Psychological Intervention




On the basis of a formulation, developing and implementing care-plans including psychological therapy or other interventions, based on evidence-based models of formal psychological therapy including the use of cognitive behavioural therapy, which are appropriate to the presenting problem and to the psychological and social circumstances of the client(s), and to do this in a collaborative manner with:

individuals

couples, families or groups

services/organisations


Understanding of therapeutic techniques and processes as applied when working with a range of individuals in distress including those who experience difficulties related to anxiety, mood, adjustment to adverse circumstances or life-events, eating, psychosis, use of substances, and those with somatoform, psychosexual, developmental, personality, cognitive and neurological presentations.
Ability to implement therapeutic interventions based on knowledge and practice in at least two evidence-based models of formal psychological therapy, of which one must be cognitive-behavioural therapy.
Having an awareness of the impact of psychopharmacological and other clinical interventions.

Understanding social approaches to intervention; for example, those informed by community, critical, and social constructionist perspectives.

Implementing interventions and care-plans through and with other professions and/or with individuals who are formal (professional) carers for a client, or who care for a client by virtue of family or partnership arrangements.
Recognising when (further) intervention is inappropriate, or unlikely to be helpful, and communicating this sensitively to clients and carers. Ability to make appropriate referrals.

Evaluation




Ability to evaluate intervention plans using recognised outcome measures and review the plans as necessary in conjunction with the service user.
Selecting and implementing appropriate methods to evaluate the effectiveness, acceptability and broader impact of interventions (both individual and organisational), and using this information to inform and shape practice. Where appropriate this will also involve devising innovative procedures.
Auditing clinical effectiveness

Research




Recognition of the value of research to the critical evaluation of practice. Understanding the need and value of undertaking clinical research and development post-qualification, contributing substantially to the development of theory and practice in clinical psychology.
Awareness of a range of research methodologies, including quantitative and qualitative approaches.
Conducting service evaluation and small N research.

Identifying, reviewing and critically appraising research evidence, which is at the forefront of clinical psychology, relevant to practice, and using this to inform own practice.

Conducting collaborative research

Ability to conceptualise, initiate, design, develop and conduct independent, original research of a quality to satisfy peer review, extend the forefront of the discipline, and merit publication i.e. identifying research questions, demonstrating an understanding of ethical issues, choosing appropriate research methods and analysis, reporting outcomes and identifying appropriate pathways for dissemination.

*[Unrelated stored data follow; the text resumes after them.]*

/** A file under the scratch folder that is either kept (moved away) or removed, never left. */
class ScratchFile {
  private constructor(
    readonly path: string,
    private handle: FileHandle | null,
  ) {}

  static async create(suffix: string): Promise<ScratchFile> {
    const dir = scratchDir();
    await mkdir(dir, { recursive: true, mode: 0o700 });
    const path = join(dir, `${randomUUID()}.${suffix}`);
    // Readable by the app's own user only: customers' photos are nobody else's business.
    return new ScratchFile(path, await open(path, 'wx', 0o600));
  }

  /** A path for a tool (sharp) to write itself; removed with `remove()` like the others. */
  static async reserve(suffix: string): Promise<ScratchFile> {
    const dir = scratchDir();
    await mkdir(dir, { recursive: true, mode: 0o700 });
    return new ScratchFile(join(dir, `${randomUUID()}.${suffix}`), null);
  }

  async write(chunk: Buffer): Promise<void> {
    await this.handle!.write(chunk);
  }

  async close(): Promise<void> {
    const h = this.handle;
    this.handle = null;
    await h?.close();
  }

  async remove(): Promise<void> {
    await this.close().catch(() => {});
    await rm(this.path, { force: true });
  }
}

// ---- reading the multipart body ---------------------------------------------------------------

type Received = {
  kind: string | undefined;
  file: ScratchFile;
  type: StoredType;
  bytes: number;
  sha256: string;
  originalName: string | null;
};

/** Reads and drops the rest of a body (up to a cap) so the client sees our answer, not a reset. */
function discardBody(request: Request): void {
  if (!request.body) return;
  const reader = request.body.getReader();
  let seen = 0;
  const pump = (): Promise<void> =>
    reader.read().then(({ done, value }) => {
      if (done) return;
      seen += value.byteLength;
      if (seen > DRAIN_CAP_BYTES) return void reader.cancel().catch(() => {});
      return pump();
    });
  pump().catch(() => {});
}

/** The content type we would keep, decided from the first bytes only (never the name or header). */
async function sniff(head: Buffer, kindSoFar: string | undefined): Promise<StoredType> {
  const found = await fileTypeFromBuffer(head);
  const mime = found?.mime === 'image/apng' ? 'image/png' : found?.mime;
  if (mime === 'image/heic' || mime === 'image/heif' || mime === 'image/heic-sequence' || mime === 'image/heif-sequence') {
    if (!heicDecodable) throw refuse.heic();
    return 'image/jpeg';
  }
  if (!mime || !(mime in imageTypes || mime in documentTypes)) throw refuse.unknownType();
  const type = mime as StoredType;
  const kind = uploadKindSchema.safeParse(kindSoFar);
  if (kind.success && !typesFor(kind.data).includes(type)) throw refuse.photoOnly();
  return type;
}

/**
 * Streams the multipart body: the `file` part goes to a scratch file, checked for type on its
 * first bytes and cut off at its limit. Rejects as soon as the upload is refused; the rest of
 * the body is then read and dropped in the background.
 */
function receiveMultipart(request: Request): Promise<Received> {
  const contentType = request.headers.get('content-type') ?? '';
  let parser: busboy.Busboy | undefined;
  try {
    if (request.body && contentType.toLowerCase().startsWith('multipart/form-data')) {
      parser = busboy({
        headers: { 'content-type': contentType },
        defParamCharset: 'utf8',
        limits: { files: 1, fields: 8, fieldSize: 256, parts: 10, fileSize: largestUploadBytes + 1 },
      });
    }
  } catch {
    parser = undefined;
  }
  if (!parser || !request.body) {
    discardBody(request);
    return Promise.reject(refuse.notMultipart());
  }
  const body = request.body as import('node:stream/web').ReadableStream<Uint8Array>;
  const bb = parser;

  return new Promise<Received>((resolvePromise, rejectPromise) => {
    let kind: string | undefined;
    let settled = false;
    let part: FilePart | undefined;

    // Anything but our own refusals means the body broke off or was malformed.
    const fail = (err: unknown) => {
      if (settled) return;
      settled = true;
      part?.abort();
      rejectPromise(err instanceof HttpError || isDiskError(err) ? err : refuse.interrupted());
    };

    bb.on('field', (name, value) => {
      if (name !== 'kind') return;
      kind = value;
      if (!uploadKindSchema.safeParse(value).success) fail(refuse.badKind());
    });

    bb.on('file', (name, stream, info) => {
      if (name !== 'file' || part || settled) return void stream.resume();
      part = writeFilePart(stream, unescapeFormName(info.filename), () => kind, fail);
    });

    bb.on('close', () => {
      if (!part) return fail(refuse.noFile());
      part.done.then((file) => {
        if (settled) return void file?.file.remove();
        if (!file) return fail(refuse.noFile());
        settled = true;
        resolvePromise({ kind, ...file });
      });
    });
    bb.on('error', (err) => fail(err));

    // Count every byte read; past the drain cap the connection is dropped.
    let total = 0;
    const counter = new Transform({
      transform(chunk: Buffer, _enc, done) {
        total += chunk.length;
        if (total > DRAIN_CAP_BYTES) return done(refuse.tooLarge(null));
        done(null, chunk);
      },
    });
    // An interrupted upload lands here (or in the parser's error): the client went away mid-file.
    pipeline(Readable.fromWeb(body), counter, bb).catch(fail);
  });
}

// Our own disk failing is a 500 for us to fix, not an interrupted upload for the customer to retry.
const DISK_ERRORS = new Set(['ENOSPC', 'EDQUOT', 'EACCES', 'EPERM', 'EROFS', 'EIO', 'EMFILE', 'ENFILE']);
const isDiskError = (err: unknown) => DISK_ERRORS.has((err as NodeJS.ErrnoException)?.code ?? '');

Quality control and assurance




Understand the principles of quality control and quality assurance
Recognise the need to monitor and evaluate the quality of practice and the value of contributing to the generation of data for quality assurance and improvement programmes.
Awareness of the role of audit and review in quality management including quality control, quality assurance and the use of appropriate outcomes measures.
Ability to engage in evidence-base practice, evaluate practice systematically, and participant in audit procedures.
Conducting service evaluation and small N research . Ability to gather information, including qualitative and quantitative data, that helps to evaluate the responses of service users to their care.

Ability to maintain an effective audit trail and work towards continual improvement.